Bottoms is a bit of a tonal mess. It pivots back and forth between wanting to have an affecting friendship between its two lead characters (best friends since elementary school), romantic relationships, commentary on feminism and female solidarity, and crazy, over-the-top antics. While director Emma Seligman does her best to balance these tones, and there are plenty of funny moments throughout, Bottoms fails to find a consistent center for the film, resulting in wild tonal whiplash.

This is a film where a high school male athlete attacks a female member of the fight club during a pep rally and beats the crap out of her. The fight culminates in the male kicking her across the face while she is prone on the ground as a sort of finishing move. This also kicks off the end of the second act, where our protagonists have been outed as lying about certain things and everything is in decline. Do the teachers, administration, or security of this school care or do anything about this? Absolutely not. Without giving too much away, several people end up violently murdered, a development that is both ignored and celebrated within the logic of the film.

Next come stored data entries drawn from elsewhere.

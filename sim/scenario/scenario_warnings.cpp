#include "sim/scenario/scenario_warnings.hpp"

#include <fmt/format.h>

namespace larder {

std::vector<std::string> scenario_warnings(const Scenario& scenario) {
  std::vector<std::string> out;
  for (std::size_t i = 0; i < scenario.items.size(); ++i) {
    const Item& item = scenario.items[i];
    if (item.price < item.unit_cost) {
      out.push_back(fmt::format(
          "{}: warning: items[{}] '{}': price {} is below unit_cost {}: every unit sold loses "
          "money, so profit-seeking rules (critical_fractile) order nothing",
          scenario.file, i, item.id, item.price, item.unit_cost));
    }
  }
  return out;
}

}  // namespace larder

namespace larder {

std::vector<std::string> setting_warnings(const Scenario& scenario) {
  std::vector<std::string> out;
  const std::string& file = scenario.file;
  for (std::size_t i = 0; i < scenario.items.size(); ++i) {
    const Item& item = scenario.items[i];
    if (item.shelf_capacity && *item.shelf_capacity < item.pack_size) {
      out.push_back(fmt::format(
          "{}: warning: items[{}] '{}': shelf_capacity {} is below pack_size {}: no pack fits on "
          "the shelf, so the item is never delivered",
          file, i, item.id, *item.shelf_capacity, item.pack_size));
    }
    if (item.demand.cv && *item.demand.cv > 5.0) {
      out.push_back(fmt::format(
          "{}: warning: items[{}] '{}': cv {} is a spread of {:.0f} times the mean; cv is a "
          "ratio (0.38 for 38%), not a percentage",
          file, i, item.id, *item.demand.cv, *item.demand.cv));
    }
  }
  if (scenario.logistics.lead_time_days >= scenario.horizon.days) {
    out.push_back(fmt::format(
        "{}: warning: logistics.lead_time_days {} is not shorter than the horizon of {} days: "
        "no order arrives before the end",
        file, scenario.logistics.lead_time_days, scenario.horizon.days));
  }
  for (std::size_t s = 0; s < scenario.stores.size(); ++s) {
    bool any_open = false;
    for (int t = scenario.horizon.warmup_days; t < scenario.horizon.days && !any_open; ++t) {
      any_open = scenario.is_open(static_cast<int>(s), t);
    }
    if (!any_open) {
      out.push_back(fmt::format(
          "{}: warning: stores[{}] '{}' is closed on every scored day: its results are all "
          "zero (check its open_weekdays and closures)",
          file, s, scenario.stores[s].id));
      if (out.size() > 50) break;  // a generated network: a few lines say enough
    }
  }
  return out;
}

}  // namespace larder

To some extent this is a nostalgic nod to 80s sex comedies. The titles and other lettering all use a heavy metal-inspired font, and the movie embraces the same degree of absurdity that a Zucker and Abrams or Harold Ramis film might. While those films are mixed bags in some respects, they did have the good sense to stay consistent with their tone. They were absurd and remained absurd throughout, not asking the audience for emotional investment or ever leading one to believe there were real people or situations involved.

That is not the case with Bottoms, which tries to make us care about the inner workings of the relationships of the two leads, PJ and Josie, and the women they pursue. While this approach tries to add a bit more depth to an otherwise simple comedy and make it “about” something, it simply doesn’t work with the ridiculous in-universe occurrences. One feels adrift in the 96-minute film that leaves you confused on how to feel from scene to scene.

Bottoms is not a disaster per se. Many scenes work well in and of themselves. Rachel Sennott and Ayo Edebiri are pretty good actresses, even if the film has a tendency to follow the modern trend of using semi-sarcastic rambling as a substitute for humor. When it works, it works, as in an early scene where Edebiri’s Josie goes on and on about how skinny her crush is. The film’s flippant approach to graphic violence also results in several laugh-out-loud moments where the high school women are literally beating the crap out of each other. It’s not something you’re used to seeing, and it feels like it’s pushing a boundary of some kind. Former NFL player Marshawn Lynch appears in a small role as the teacher sponsor of the fight club, but while the script hands him some funny-ish moments where he comments on female issues, Lynch is unfortunately from the negative side of celebrity stunt casting and lacks any real sense of comedic timing. There’s certainly worse out there, but Lynch does not seem bound for a Hollywood career.

One wishes Bottoms were better. It has the potential to be a really great film, but the director and writer and editor all needed to get it to a place that felt more consistent. It either needed to try to stay more grounded, or, alternatively, eschew attempts at seriousness and lean even more heavily into outright farce. The middle ground it tries to strike renders Bottoms a muddled work and not as satisfying as one hopes.